─── Given records

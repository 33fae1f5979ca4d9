/**
 * Rows of an export (CSV, TSV, JSON Lines, JSON array) to documents: which
 * columns give the text, id and title, and what goes into `fields`.
 *
 * `fields` keeps every column except the id column (its value is the
 * document's `id`), text and title columns included, so an output with
 * `id` followed by `fields` joins back to the user's full row.
 *
 * @module
 */
import { UsageError, show } from '../util/errors.js';
import { capTitle, firstLine, normalizeNewlines } from './text.js';

/** Column names taken as the text when none is named, in order of preference (matched case-insensitively). */
export const TEXT_COLUMN_GUESSES: readonly string[] = Object.freeze([
  'text', 'body', 'content', 'description', 'message', 'comment', 'summary', 'abstract',
]);

/**
 * Column names taken as the title when none is named, in order of preference
 * (matched case-insensitively, top-level columns only, never a text column).
 */
export const TITLE_COLUMN_GUESSES: readonly string[] = Object.freeze(['subject', 'title', 'headline', 'topic', 'summary']);

/** A document before ids are made unique across all inputs. */
export interface DraftDoc {
  id: string;
  readonly source: string;
  readonly title: string;
  readonly text: string;
  readonly fields: ReadonlyMap<string, string>;
  /** The title is the text's first line (see `Doc.titleFromText`). */
  readonly titleFromText?: boolean;
}

/** Which names an export offers for text, id and title. */
export interface ExportColumns {
  /** Every name accepted (CSV: the header; JSON: every key path, dotted), in first-seen order. */
  readonly accepted: readonly string[];
  /** The names shown in messages (CSV: the header; JSON: top-level keys and the leaf paths under objects). */
  readonly listed: readonly string[];
  /** The top-level columns (CSV: the header; JSON: top-level keys). */
  readonly top: readonly string[];
}

/** The columns chosen, as canonical names from {@link ExportColumns.accepted}. */
export interface ChosenColumns {
  readonly text: readonly string[];
  readonly id: string | null;
  readonly title: string | null;
  /** True when `title` was guessed from {@link TITLE_COLUMN_GUESSES}, not named. */
  readonly titleGuessed: boolean;
}

const LIST_CAP = 40;

/** `a, b, c`, at most {@link LIST_CAP} names, then `… (N more)`. */
export function listNames(names: readonly string[]): string {
  if (names.length <= LIST_CAP) return names.join(', ');
  return names.slice(0, LIST_CAP).join(', ') + `, … (${names.length - LIST_CAP} more)`;
}

/** `4, 8, 9`, at most `cap` numbers, then `… (N in all)`. */
export function listNumbers(nums: readonly number[], cap = 10): string {
  if (nums.length <= cap) return nums.join(', ');
  return nums.slice(0, cap).join(', ') + `, … (${nums.length} in all)`;
}

function findName(wanted: string, accepted: readonly string[]): string | null {
  if (accepted.includes(wanted)) return wanted;
  const lower = wanted.toLowerCase();
  return accepted.find((n) => n.toLowerCase() === lower) ?? null;
}

function lastSegment(p: string): string {
  const i = p.lastIndexOf('.');
  return i === -1 ? p : p.slice(i + 1);
}

/**
 * Resolves the text, id and title options against an export's columns:
 * exact names first, then a case-insensitive match. With `text` null the
 * first of {@link TEXT_COLUMN_GUESSES} found among the top-level columns is
 * used, else (JSON) the first path whose last segment is one of them.
 * With `title` null, the first of {@link TITLE_COLUMN_GUESSES} among the
 * top-level columns (not a text or id column) is the title column, and
 * `titleGuessed` says so. Throws {@link UsageError} for a named column that
 * does not exist or when no text column can be guessed.
 */
export function chooseColumns(
  name: string,
  cols: ExportColumns,
  options: { readonly text: readonly string[] | null; readonly id: string | null; readonly title: string | null },
): ChosenColumns {
  const need = (wanted: string, option: 'text' | 'id' | 'title'): string => {
    const found = findName(wanted, cols.accepted);
    if (found === null) {
      // `comments.0.body` for `comments[].body`: say how to reach every element of an array.
      const each = wanted.replace(/\.\d+(?=\.|$)/g, '[]');
      if (each !== wanted && findName(each, cols.accepted) !== null) {
        throw new UsageError(
          `${name} has no column ${show(wanted)} for --${option}; to take every element of an array write [] after its name: ${show(each)}`,
          option,
        );
      }
      throw new UsageError(
        `${name} has no column ${show(wanted)} for --${option}; its columns are: ${listNames(cols.listed)}`,
        option,
      );
    }
    return found;
  };
  let text: string[];
  if (options.text !== null) {
    text = options.text.map((c) => need(c, 'text'));
  } else {
    let guess: string | undefined;
    for (const g of TEXT_COLUMN_GUESSES) {
      guess = cols.top.find((c) => c.toLowerCase() === g);
      if (guess !== undefined) break;
    }
    if (guess === undefined) {
      const nested = cols.accepted.filter((p) => p.includes('.') && !p.includes('[]') && !cols.top.includes(p));
      for (const g of TEXT_COLUMN_GUESSES) {
        guess = nested.find((p) => lastSegment(p).toLowerCase() === g);
        if (guess !== undefined) break;
      }
    }
    if (guess === undefined) {
      throw new UsageError(`${name} has no text column; name one with --text (columns: ${listNames(cols.listed)})`, 'text');
    }
    text = [guess];
  }
  const id = options.id === null ? null : need(options.id, 'id');
  if (options.title !== null) return { text, id, title: need(options.title, 'title'), titleGuessed: false };
  let title: string | null = null;
  for (const g of TITLE_COLUMN_GUESSES) {
    const found = cols.top.find((c) => c.toLowerCase() === g && !text.includes(c) && c !== id);
    if (found !== undefined) {
      title = found;
      break;
    }
  }
  return { text, id, title, titleGuessed: title !== null };
}

/**
 * Collects an export's rows as documents and the warnings about them
 * (empty ids replaced by row numbers, rows without text).
 */
export class RowCollector {
  /** The documents so far, in row order. */
  readonly docs: DraftDoc[] = [];
  private readonly emptyIds: number[] = [];
  private readonly emptyTexts: number[] = [];

  /** `name` appears in warnings and sources (`name#row`); `byRowNumber`: ids are row numbers. */
  constructor(
    private readonly name: string,
    private readonly byRowNumber: boolean,
  ) {}

  /**
   * Adds row `row` (1-based). Text: the non-blank `textParts` joined with a
   * blank line, line endings normalised. Title: `title` when not blank, else
   * the first line of the text, else the id.
   */
  add(row: number, idValue: string | undefined, textParts: readonly string[], title: string | undefined, fields: ReadonlyMap<string, string>): void {
    let id = String(row);
    if (!this.byRowNumber) {
      const v = (idValue ?? '').trim();
      if (v === '') this.emptyIds.push(row);
      else id = v;
    }
    // One text column (the usual case): the part itself, or '' when blank — what filter + join give, without the arrays.
    const only = textParts.length === 1 ? (textParts[0] as string) : null;
    const joined = only !== null ? (only.trim() !== '' ? only : '') : textParts.filter((p) => p.trim() !== '').join('\n\n');
    const text = normalizeNewlines(joined);
    if (text.trim() === '') this.emptyTexts.push(row);
    const fromText = !(title !== undefined && title.trim() !== '');
    const t = fromText ? firstLine(text) || id : capTitle(title);
    const source = `${this.name}#${row}`;
    // Two literals instead of a spread: the same keys in the same order, without a temporary object per row.
    this.docs.push(fromText ? { id, source, title: t, text, fields, titleFromText: true } : { id, source, title: t, text, fields });
  }

  /** One warning per kind of problem seen, naming the rows. */
  warnings(): string[] {
    const out: string[] = [];
    if (this.emptyIds.length > 0) {
      out.push(
        `${this.name}: ${this.emptyIds.length} row(s) have an empty id; their row numbers are used instead (rows ${listNumbers(this.emptyIds)})`,
      );
    }
    if (this.emptyTexts.length > 0) {
      out.push(`${this.name}: ${this.emptyTexts.length} row(s) have no text (rows ${listNumbers(this.emptyTexts)})`);
    }
    return out;
  }
}

/**
 * Header names made usable, as for CSV: an empty name becomes `column_N`
 * (1-based), a repeated one `name~2`, `name~3`…; each renaming is described.
 */
export function tableHeader(raw: readonly string[]): { names: string[]; renamed: string[] } {
  const names: string[] = [];
  const renamed: string[] = [];
  const seen = new Set<string>();
  raw.forEach((r, i) => {
    let n = r.trim() === '' ? `column_${i + 1}` : r;
    if (n !== r) renamed.push(`column ${i + 1} has no name; called ${show(n)}`);
    if (seen.has(n)) {
      let k = 2;
      while (seen.has(`${n}~${k}`) || raw.includes(`${n}~${k}`)) k++;
      renamed.push(`column ${i + 1} repeats the name ${show(n)}; called ${show(`${n}~${k}`)}`);
      n = `${n}~${k}`;
    }
    seen.add(n);
    names.push(n);
  });
  return { names, renamed };
}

──────

▸ What the exercise asks
Transcribe each line of the data above, unaltered, from the one where "const LIST_CAP = 40;" appears to the one where "title column, and" appears, inclusive of both.

▸ Written answer
const LIST_CAP = 40;

/** `a, b, c`, at most {@link LIST_CAP} names, then `… (N more)`. */
export function listNames(names: readonly string[]): string {
  if (names.length <= LIST_CAP) return names.join(', ');
  return names.slice(0, LIST_CAP).join(', ') + `, … (${names.length - LIST_CAP} more)`;
}

/** `4, 8, 9`, at most `cap` numbers, then `… (N in all)`. */
export function listNumbers(nums: readonly number[], cap = 10): string {
  if (nums.length <= cap) return nums.join(', ');
  return nums.slice(0, cap).join(', ') + `, … (${nums.length} in all)`;
}

function findName(wanted: string, accepted: readonly string[]): string | null {
  if (accepted.includes(wanted)) return wanted;
  const lower = wanted.toLowerCase();
  return accepted.find((n) => n.toLowerCase() === lower) ?? null;
}

function lastSegment(p: string): string {
  const i = p.lastIndexOf('.');
  return i === -1 ? p : p.slice(i + 1);
}

/**
 * Resolves the text, id and title options against an export's columns:
 * exact names first, then a case-insensitive match. With `text` null the
 * first of {@link TEXT_COLUMN_GUESSES} found among the top-level columns is
 * used, else (JSON) the first path whose last segment is one of them.
 * With `title` null, the first of {@link TITLE_COLUMN_GUESSES} among the
 * top-level columns (not a text or id column) is the title column, and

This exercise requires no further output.